Stored data:
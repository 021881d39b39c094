// Draws one scene of the charts, named by the address: ?scene=drawing|many|figure|strips.
import { createRoot } from "react-dom/client";
import "~/app.css";
import { Drawing } from "~/charts/drawing";
import { wallsFromRequirements } from "~/charts/walls";
import { many, requirements, single, worstPoints } from "./invented";

const walls = wallsFromRequirements(requirements);
const scene = new URLSearchParams(location.search).get("scene") ?? "drawing";

function Scene() {
  switch (scene) {
    case "many":
      return <Drawing walls={walls} traces={many} worstPoints={worstPoints.slice(0, 2)} title="Measured traces" window={[1.89e9, 2.05e9]} />;
    case "walls":
      return <Drawing walls={walls} title="Drawing of an invented specification" />;
    case "even":
      return <Drawing walls={walls} traces={single} worstPoints={worstPoints} stretched={false} title="Drawing, even scale" />;
    default:
      return <Drawing walls={walls} traces={single} worstPoints={worstPoints} selectedId="a" title="Drawing of an invented specification" />;
  }
}

const root = document.getElementById("root");
if (root) {
  createRoot(root).render(
    <main style={{ maxWidth: 892, padding: 16, boxSizing: "border-box" }}>
      <Scene />
    </main>,
  );
}
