// How the demo takes a step: forms are filled as people fill them, an expected refusal ends the seed with its sentences.
import { OutboxEmail, Organisation, User } from "~/db/models";
import { SYSTEM } from "~/db/scoping";
import { newIdempotencyKey } from "~/services/identifiers.server";
import type { Person } from "~/services/person.server";

type Outcome<T> =
  | { readonly ok: true; readonly value: T }
  | { readonly ok: false; readonly errors: object }
  | { readonly ok: false; readonly state: { readonly errors: object } };

/** The value of a step that the scenario needs. */
export function made<T>(step: string, outcome: Outcome<T> | null): T {
  if (outcome?.ok) return outcome.value;
  const errors =
    outcome === null ? "not found" : JSON.stringify("state" in outcome ? outcome.state.errors : outcome.errors);
  throw new Error(`the demo's step “${step}” was refused: ${errors}`);
}

/** A form as a page posts it, with a key of its own. */
export function filledForm(fields: Readonly<Record<string, string>>): FormData {
  const form = new FormData();
  for (const [name, value] of Object.entries({ idempotencyKey: newIdempotencyKey(), ...fields })) form.set(name, value);
  return form;
}

/** The person as a signed-in request carries it. */
export async function personOf(email: string): Promise<Person> {
  const user = await User.findOne({ where: { email }, actor: SYSTEM, rejectOnEmpty: true });
  const organisation = await Organisation.findByPk(user.organisationId, { actor: SYSTEM, rejectOnEmpty: true });
  const { id: userId, publicId, organisationId, organisationKind, role, name, timeZone } = user;
  const organisationName = organisation.name;
  return { userId, publicId, organisationId, organisationKind, organisationName, role, name, email, timeZone };
}

/** The token of the newest link mailed to an address: the part of the mail that nobody but its reader knows. */
export async function mailedToken(email: string): Promise<string> {
  const mail = await OutboxEmail.findOne({ where: { recipient: email }, order: [["id", "DESC"]], rejectOnEmpty: true });
  const link: unknown = "link" in mail.props ? mail.props.link : undefined;
  if (typeof link !== "string") throw new Error("the demo's mail carries no link");
  return lastPart(link);
}

export const lastPart = (link: string): string => link.slice(link.lastIndexOf("/") + 1);
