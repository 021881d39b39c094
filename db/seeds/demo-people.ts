// How the people of the demo's buyer come to their accounts.
import { Organisation, User } from "~/db/models";
import { SYSTEM } from "~/db/scoping";
import { makeFirstAdministrator } from "~/services/first-administrator.server";
import { addColleague } from "~/services/organisation.server";
import { resetPassword } from "~/services/password-reset.server";
import type { Person } from "~/services/person.server";
import { BUYER, PASSWORD, PEOPLE, TIME_ZONE } from "./demo-cast";
import { filledForm, lastPart, made, mailedToken, personOf } from "./demo-steps";

/** Makes the buyer with its administrator, who adds the two colleagues; each sets the password by a link. */
export async function foundBuyer(): Promise<Record<"engineer" | "purchasing" | "admin", Person>> {
  const { admin, engineer, purchasing } = PEOPLE;
  const line = await makeFirstAdministrator(admin.email, BUYER);
  await setPassword(lastPart(line));
  await nameFounder();
  const founder = await personOf(admin.email);
  for (const [role, { name, email }] of [["engineer", engineer] as const, ["purchasing", purchasing] as const]) {
    if (await addColleague(founder, filledForm({ email, name, role }))) throw new Error(`${email} could not be added`);
    await setPassword(await mailedToken(email));
  }
  return {
    admin: founder,
    engineer: await personOf(engineer.email),
    purchasing: await personOf(purchasing.email),
  };
}

async function setPassword(token: string): Promise<void> {
  made("set a password", await resetPassword(token, filledForm({ password: PASSWORD, passwordAgain: PASSWORD })));
}

/** The command takes name and zone from the address and the machine; a scenario has its own. */
async function nameFounder(): Promise<void> {
  const { email, name } = PEOPLE.admin;
  const founder = await User.findOne({ where: { email }, actor: SYSTEM, rejectOnEmpty: true });
  await founder.update({ name, timeZone: TIME_ZONE });
  await Organisation.update({ timeZone: TIME_ZONE }, { where: { id: founder.organisationId }, actor: SYSTEM });
}
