// Works the figure as a person does: readout by pointer and keys, zoom by drag, wheel and keys, reset, scale, table; axe on each scene.
import path from "node:path";
import { AxeBuilder } from "@axe-core/playwright";
import { chromium, type Page } from "playwright-core";
import { preview } from "vite";

const root = path.resolve("tests/screens/charts");
const output = path.resolve("tests/output/charts");
const server = await preview({
  root,
  configFile: false,
  logLevel: "error",
  build: { outDir: path.join(output, "build") },
  preview: { host: "127.0.0.1", port: 0 },
});
const browser = await chromium.launch({ executablePath: "/usr/bin/chromium", args: ["--no-sandbox"] });

/** Prints what was seen and fails the run where it is not what was expected. */
function check(what: string, seen: string, expected: RegExp): void {
  const right = expected.test(seen);
  console.log(`${right ? "right" : "WRONG"} ${what}: ${seen}`);
  if (!right) process.exitCode = 1;
}

const readout = (page: Page) => page.locator("output").innerText();

try {
  const address = server.resolvedUrls?.local[0] ?? "";
  const context = await browser.newContext({ viewport: { width: 1440, height: 1000 } });
  await context.addInitScript("globalThis.__name = f => f");
  const page = await context.newPage();
  for (const scene of ["drawing", "figure", "waiting", "strips"]) {
    await page.goto(`${address}?scene=${scene}`);
    await page.waitForSelector("main svg");
    const { violations } = await new AxeBuilder({ page }).include("main").analyze();
    check(`axe on ${scene}`, violations.map((found) => found.id).join(" "), /^$/);
  }
  await page.goto(`${address}?scene=figure`);
  const surface = page.locator('[role="slider"]:visible');
  const box = await surface.boundingBox();
  if (!box) throw new Error("no surface");
  const at = (share: number): [number, number] => [box.x + 61 + share * (box.width - 81), box.y + 200];
  await page.mouse.move(...at(0.5));
  check("pointer", await readout(page), /^1\.950\d\sGHz: S21 0\.\d\d dB, S11/);
  await surface.focus();
  await page.keyboard.press("Shift+ArrowRight");
  check("ten pixels right", await readout(page), /^1\.952\d\sGHz/);
  const ticks = () => page.locator("svg[role=img]:visible .visx-axis-bottom text").allTextContents();
  await page.keyboard.press("+");
  check("plus", (await ticks()).join(" "), /^1\.90 .* 2\.00$/);
  await page.keyboard.press("0");
  check("0", (await ticks()).join(" "), /^1\.80 .* 2\.10$/);
  await page.mouse.move(...at(0.4));
  await page.mouse.down();
  await page.mouse.move(...at(0.6), { steps: 5 });
  await page.screenshot({ path: path.join(output, "drag.png") });
  await page.mouse.up();
  check("drag", (await ticks()).join(" "), /^1\.92 .* 1\.98$/);
  await page.mouse.wheel(0, -100);
  await page.waitForTimeout(100);
  check("wheel", (await ticks()).join(" "), /^1\.93 .* 1\.98$/);
  await page.mouse.dblclick(...at(0.5));
  check("double press", (await ticks()).join(" "), /^1\.80 .* 2\.10$/);
  await page.getByRole("button", { name: "Passband" }).click();
  check("passband", (await ticks()).join(" "), /^1\.86 .* 2\.04$/);
  await page.getByRole("button", { name: "Even" }).click();
  await page.getByRole("button", { name: "Table" }).click();
  check("rows of the table", String(await page.locator("tbody tr").count()), /^101$/);
  await page.screenshot({ path: path.join(output, "table.png"), fullPage: true });
  for (const [width, scene] of [
    [760, "drawing"],
    [600, "drawing"],
  ] as const) {
    await page.setViewportSize({ width, height: 900 });
    await page.goto(`${address}?scene=${scene}`);
    await page.waitForSelector("main svg:visible");
    await page.screenshot({ path: path.join(output, `${scene}-${width}.png`), fullPage: true });
  }
  const start = Date.now();
  await page.setViewportSize({ width: 1440, height: 1000 });
  await page.goto(`${address}?scene=figure`);
  await surface.waitFor();
  for (let step = 0; step < 100; step += 1) await page.mouse.move(...at(step / 100));
  console.log("100 pointer moves, ms:", Date.now() - start);
} finally {
  await browser.close();
  await server.close();
}
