// Who acts in the demo, all invented, and how they sign in.

/** One for all of the demo: it guards nothing but an invented scenario. */
export const PASSWORD = "coupled-iris-tuning";
export const BUYER = "Northgate Radio";
export const TIME_ZONE = "Europe/Berlin";

interface DemoPerson {
  readonly name: string;
  readonly email: string;
  readonly role: string;
}

export const PEOPLE = {
  engineer: { name: "Mira Talvio", email: "engineer@northgate.example.com", role: `engineer, ${BUYER}` },
  purchasing: { name: "Joss Arden", email: "purchasing@northgate.example.com", role: `purchasing, ${BUYER}` },
  admin: { name: "Tamsin Hale", email: "admin@northgate.example.com", role: `administrator, ${BUYER}` },
  halden: { name: "Odo Brandt", email: "sales@halden.example.com", role: "supplier, Halden Resonator Works" },
  kestrel: { name: "Pia Keswick", email: "sales@kestrel.example.com", role: "supplier, Kestrel Cavity Filters" },
  orme: { name: "Runa Orme", email: "sales@orme.example.com", role: "supplier, Orme Microwave" },
} as const satisfies Record<string, DemoPerson>;

/** Addresses and passwords for the terminal and the sign-in of a visitor. */
export const demoSignIns: readonly { role: string; email: string; password: string }[] = Object.values(PEOPLE).map(
  ({ role, email }) => ({ role, email, password: PASSWORD }),
);
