// Invented requirements and curves for looking at the charts: a band-pass at 1.95 GHz, computed, of no real part.
import type { NumberedRequirement, TraceSeries, WorstPoint } from "~/charts/types";

export const requirements: readonly NumberedRequirement[] = [
  { id: "a", lineNumber: "2.1", kind: "insertion-loss", band: [1.92e9, 1.98e9], max: 0.95 },
  { id: "b", lineNumber: "2.2", kind: "ripple", band: [1.92e9, 1.98e9], max: 0.6 },
  { id: "c", lineNumber: "3.1", kind: "rejection", band: [1.76e9, 1.87e9], min: 55 },
  {
    id: "d",
    lineNumber: "3.2",
    kind: "rejection",
    band: [1.87e9, 1.895e9],
    min: {
      points: [
        [1.87e9, 55],
        [1.895e9, 30],
      ],
      scale: "linear",
    },
  },
  { id: "e", lineNumber: "3.3", kind: "rejection", band: [2.005e9, 2.04e9], min: 34.5 },
  { id: "f", lineNumber: "3.4", kind: "rejection", band: [2.04e9, 2.14e9], min: 55 },
  { id: "g", lineNumber: "4.1", kind: "return-loss", port: 1, band: [1.92e9, 1.98e9], min: 16 },
  { id: "h", lineNumber: "4.2", kind: "return-loss", port: 2, band: [1.92e9, 1.98e9], min: 16 },
];

/** Chebyshev polynomial of the first kind. */
const chebyshev = (order: number, x: number) =>
  Math.abs(x) <= 1 ? Math.cos(order * Math.acos(x)) : Math.cosh(order * Math.acosh(Math.abs(x)));

interface Shape {
  readonly centre: number;
  readonly width: number;
  readonly loss: number;
  readonly returnLoss: number;
}

function responses({ centre, width, loss, returnLoss }: Shape, frequency: number) {
  const mapped = (frequency / centre - centre / frequency) * (centre / width);
  const ripple = 1 / (10 ** (returnLoss / 10) - 1);
  const power = ripple * chebyshev(6, mapped) ** 2;
  const dissipation = loss * (1 + 0.75 * Math.min(Math.abs(mapped), 1.15) ** 8);
  const transmission = 10 * Math.log10(1 + power) + dissipation;
  const match = 10 * Math.log10((1 + power) / (power + 2e-4)) + 0.1;
  return { transmission, match };
}

export function curve(
  id: string,
  label: string,
  parameter: TraceSeries["parameter"],
  emphasis: TraceSeries["emphasis"],
  shape: Shape,
): TraceSeries {
  const frequency = Array.from({ length: 1521 }, (_, index) => 1.76e9 + index * 0.25e6);
  const level = frequency.map((hz) => responses(shape, hz)[parameter === "s21" ? "transmission" : "match"]);
  return { id, label, parameter, emphasis, frequency, level };
}

const reported = { centre: 1.9488e9, width: 63e6, loss: 0.66, returnLoss: 18 };

export const single: readonly TraceSeries[] = [
  curve("s21", "S21", "s21", "worst", reported),
  curve("s11", "S11", "s11", "worst", reported),
  curve("s22", "S22", "s22", "worst", { ...reported, centre: 1.9492e9, returnLoss: 17.2 }),
];

export const many: readonly TraceSeries[] = [
  ...Array.from({ length: 14 }, (_, index) => {
    const shape = {
      centre: 1.9495e9 + ((index * 5) % 14) * 0.12e6,
      width: 63.5e6 + ((index * 3) % 14) * 0.1e6,
      loss: 0.48 + ((index * 7) % 14) * 0.012,
      returnLoss: 17.5 + (index % 7) * 0.5,
    };
    return [
      curve(`o21-${index}`, `unit ${index}`, "s21", "other", shape),
      curve(`o11-${index}`, `unit ${index}`, "s11", "other", shape),
    ];
  }).flat(),
  curve("w21", "unit 0420, 70 °C", "s21", "worst", reported),
  curve("w11", "S11", "s11", "worst", reported),
];

function level(trace: TraceSeries | undefined, frequency: number): number {
  return trace?.level[trace.frequency.indexOf(frequency)] ?? Number.NaN;
}

const lossAtEdge = level(single[0], 1.98e9);

export const worstPoints: readonly WorstPoint[] = [
  {
    lineNumber: "2.1",
    verdict: "fail",
    frequency: 1.98e9,
    value: lossAtEdge,
    margin: 0.95 - lossAtEdge,
    interval: [lossAtEdge - 0.05, lossAtEdge + 0.05],
    unit: "dB",
    panel: "transmission",
    limit: 0.95,
    limitText: "max 0.95 dB",
    label: "unit 0420, 70 °C",
  },
  {
    lineNumber: "2.2",
    verdict: "conditional-pass",
    frequency: 1.98e9,
    value: 0.54,
    margin: 0.06,
    interval: [0.47, 0.61],
    unit: "dB",
    limit: 0.6,
    limitText: "max 0.60 dB",
    label: "unit 0420, 70 °C",
  },
  {
    lineNumber: "4.1",
    verdict: "pass",
    frequency: 1.9385e9,
    value: level(single[1], 1.9385e9),
    margin: level(single[1], 1.9385e9) - 16,
    unit: "dB",
    panel: "match",
    limit: 16,
    limitText: "min 16 dB",
  },
];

What is being asked —
The required answer is the exact run of lines above starting at the line with "a visitor. */" and ending at the line with "2.14e9], min: 55", with both ends present.

Expected output —
/** Addresses and passwords for the terminal and the sign-in of a visitor. */
export const demoSignIns: readonly { role: string; email: string; password: string }[] = Object.values(PEOPLE).map(
  ({ role, email }) => ({ role, email, password: PASSWORD }),
);
// Invented requirements and curves for looking at the charts: a band-pass at 1.95 GHz, computed, of no real part.
import type { NumberedRequirement, TraceSeries, WorstPoint } from "~/charts/types";

export const requirements: readonly NumberedRequirement[] = [
  { id: "a", lineNumber: "2.1", kind: "insertion-loss", band: [1.92e9, 1.98e9], max: 0.95 },
  { id: "b", lineNumber: "2.2", kind: "ripple", band: [1.92e9, 1.98e9], max: 0.6 },
  { id: "c", lineNumber: "3.1", kind: "rejection", band: [1.76e9, 1.87e9], min: 55 },
  {
    id: "d",
    lineNumber: "3.2",
    kind: "rejection",
    band: [1.87e9, 1.895e9],
    min: {
      points: [
        [1.87e9, 55],
        [1.895e9, 30],
      ],
      scale: "linear",
    },
  },
  { id: "e", lineNumber: "3.3", kind: "rejection", band: [2.005e9, 2.04e9], min: 34.5 },
  { id: "f", lineNumber: "3.4", kind: "rejection", band: [2.04e9, 2.14e9], min: 55 },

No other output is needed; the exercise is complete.